Retrieval-Augmented Generation (RAG)

A technique where the system searches your documents for relevant information at question time, then feeds that information to the model so it can answer based on your actual data.

RAG works in a few steps. First, your documents are split into smaller chunks and converted into searchable embeddings (numerical meaning-representations). When a user asks a question, the system searches those embeddings for the most relevant chunks, then passes them to the model along with the question. The model answers using your documents as its source material. This lets an AI assistant answer questions about your company's policies, product specs, or research notes without ever being retrained on that data.

Builder example

RAG is how most teams give an AI access to private or frequently changing information. A support bot can search your help center articles at question time and answer with current information, even if those articles were updated yesterday. The weakest link is search quality. If the search pulls the wrong document or an outdated version, the model will confidently present wrong information as fact. The search layer deserves as much testing as the model layer.

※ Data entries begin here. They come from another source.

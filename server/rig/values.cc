// SPDX-License-Identifier: Apache-2.0
// Values, their rules, and the wording of what breaks them.
#include "rig/values.h"

#include <algorithm>
#include <utility>

#include "rig/nearest.h"
#include "rig/number.h"

namespace steelyard::rig {
namespace {

constexpr double kLongest_s = 36525.0 * 86400.0;
constexpr std::size_t kMaxTextValueBytes = 500;
constexpr std::string_view kDurationForm = "a duration with its unit (ms, s, min, h, d), such as 60 s";

std::string listed(std::span<const std::string_view> names) {
  std::string out;
  for (const std::string_view name : names) out += (out.empty() ? "" : ", ") + std::string(name);
  return out;
}

bool is_control(char c) { return static_cast<unsigned char>(c) < 0x20U || c == 0x7F; }

}  // namespace

Fields::Fields(const Item& map, std::span<const std::string_view> known, Problems& problems)
    : map_(map), problems_(problems) {
  if (!map.node->is_map()) {
    report_rule(map, "a map with the keys " + listed(known), problems);
    return;
  }
  for (const Node& item : map.node->items) {
    if (problems.full()) return;
    if (std::find(known.begin(), known.end(), item.key) != known.end()) continue;
    problems.add(item.key_at, join(map.path, item.key), "is not a known key" + did_you_mean(item.key, known));
  }
}

std::optional<Item> Fields::optional(std::string_view key) const {
  const Node* node = map_.node->find(key);
  if (node == nullptr) return std::nullopt;
  return Item{node, join(map_.path, key)};
}

std::optional<Item> Fields::required(std::string_view key) const {
  std::optional<Item> item = optional(key);
  if (!item && map_.node->is_map()) {
    const bool has_key = map_.node->key_at.line > 0;
    problems_.add(has_key ? map_.node->key_at : map_.node->at, join(map_.path, key), "is missing");
  }
  return item;
}

bool Limit::allows(double value) const {
  return (value > lo || (with_lo && value == lo)) && (value < hi || (with_hi && value == hi));
}

std::string Limit::rule() const {
  std::string out;
  if (lo > -std::numeric_limits<double>::infinity()) {
    out = (with_lo ? "at least " : "greater than ") + number_text(lo);
  }
  if (hi < std::numeric_limits<double>::infinity()) {
    out += (out.empty() ? "" : " and ") + std::string(with_hi ? "at most " : "less than ") + number_text(hi);
  }
  return out;
}

std::string described(const Node& node) {
  switch (node.kind) {
    case Node::Kind::kEmpty:
      return "empty";
    case Node::Kind::kList:
      return "a list";
    case Node::Kind::kMap:
      return "a map";
    case Node::Kind::kScalar:
      break;
  }
  return node.text.empty() ? "\"\"" : shown(node.text);
}

void report_rule(const Item& item, std::string_view rule, Problems& problems) {
  problems.add(item.place(), item.path, "is " + described(*item.node) + "; must be " + std::string(rule));
}

std::optional<double> read_number(const Item& item, const Limit& limit, Problems& problems) {
  const auto value = item.node->is_scalar() ? parse_number(item.node->text) : std::nullopt;
  if (value && limit.allows(*value)) return value;
  const std::string rule = limit.rule();
  const std::string kind = rule.empty() ? "a finite number" : "a number, ";
  report_rule(item, value ? rule : kind + rule, problems);
  return std::nullopt;
}

std::optional<double> read_duration_s(const Item& item, Problems& problems, Zero zero) {
  const bool is_negative = item.node->is_scalar() && item.node->text.starts_with('-');
  const std::string_view text = std::string_view(item.node->text).substr(is_negative ? 1 : 0);
  const auto value = item.node->is_scalar() ? parse_duration_s(text) : std::nullopt;
  if (!value) {
    report_rule(item, kDurationForm, problems);
  } else if (is_negative || (*value == 0.0 && zero == Zero::kRefused)) {
    report_rule(item, zero == Zero::kAllowed ? "0 or longer" : "longer than 0", problems);
  } else if (*value > kLongest_s) {
    report_rule(item, "at most 36525 d (100 years)", problems);
  } else {
    return value;
  }
  return std::nullopt;
}

std::optional<std::string> read_text(const Item& item, Problems& problems) {
  if (!item.node->is_scalar()) {
    report_rule(item, "text", problems);
    return std::nullopt;
  }
  std::string text = item.node->text;
  while (!text.empty() && text.back() == '\n') text.pop_back();  // a block of text ends with one
  if (text.size() > kMaxTextValueBytes) {
    report_rule(item, "at most " + std::to_string(kMaxTextValueBytes) + " bytes long", problems);
    return std::nullopt;
  }
  std::replace(text.begin(), text.end(), '\n', ' ');
  if (std::any_of(text.begin(), text.end(), is_control)) {
    report_rule(item, "text without control characters", problems);
    return std::nullopt;
  }
  return text;
}

std::optional<Range> read_range(const Item& item, Problems& problems) {
  const std::vector<Node>& ends = item.node->items;
  if (!item.node->is_list() || ends.size() != 2) {
    const std::string count = item.node->is_list() ? " of " + std::to_string(ends.size()) : "";
    problems.add(item.place(), item.path,
                 "is " + described(*item.node) + count + "; must be a list of two numbers, [low, high]");
    return std::nullopt;
  }
  const auto lo = read_number({&ends[0], item.path}, any_number(), problems);
  const auto hi = read_number({&ends[1], item.path}, any_number(), problems);
  if (!lo || !hi) return std::nullopt;
  if (*lo < *hi && *hi - *lo < std::numeric_limits<double>::infinity()) return Range{*lo, *hi};
  problems.add(
      item.place(), item.path,
      "is [" + number_text(*lo) + ", " + number_text(*hi) + "]; its low end must be below its high end");
  return std::nullopt;
}

}  // namespace steelyard::rig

An employee asks about parental leave. The system retrieves last year's handbook section because it is semantically similar to the current one, and the model gives a confident wrong answer.

Filter by document freshness, prefer the current policy as the source of record, and cite the specific section so the user can verify.

Common confusion: RAG does not guarantee accuracy. The model answers based on whatever the search returns. If the search misses the right document or returns a misleading near-match, the answer will be wrong even though the process looks like it is working.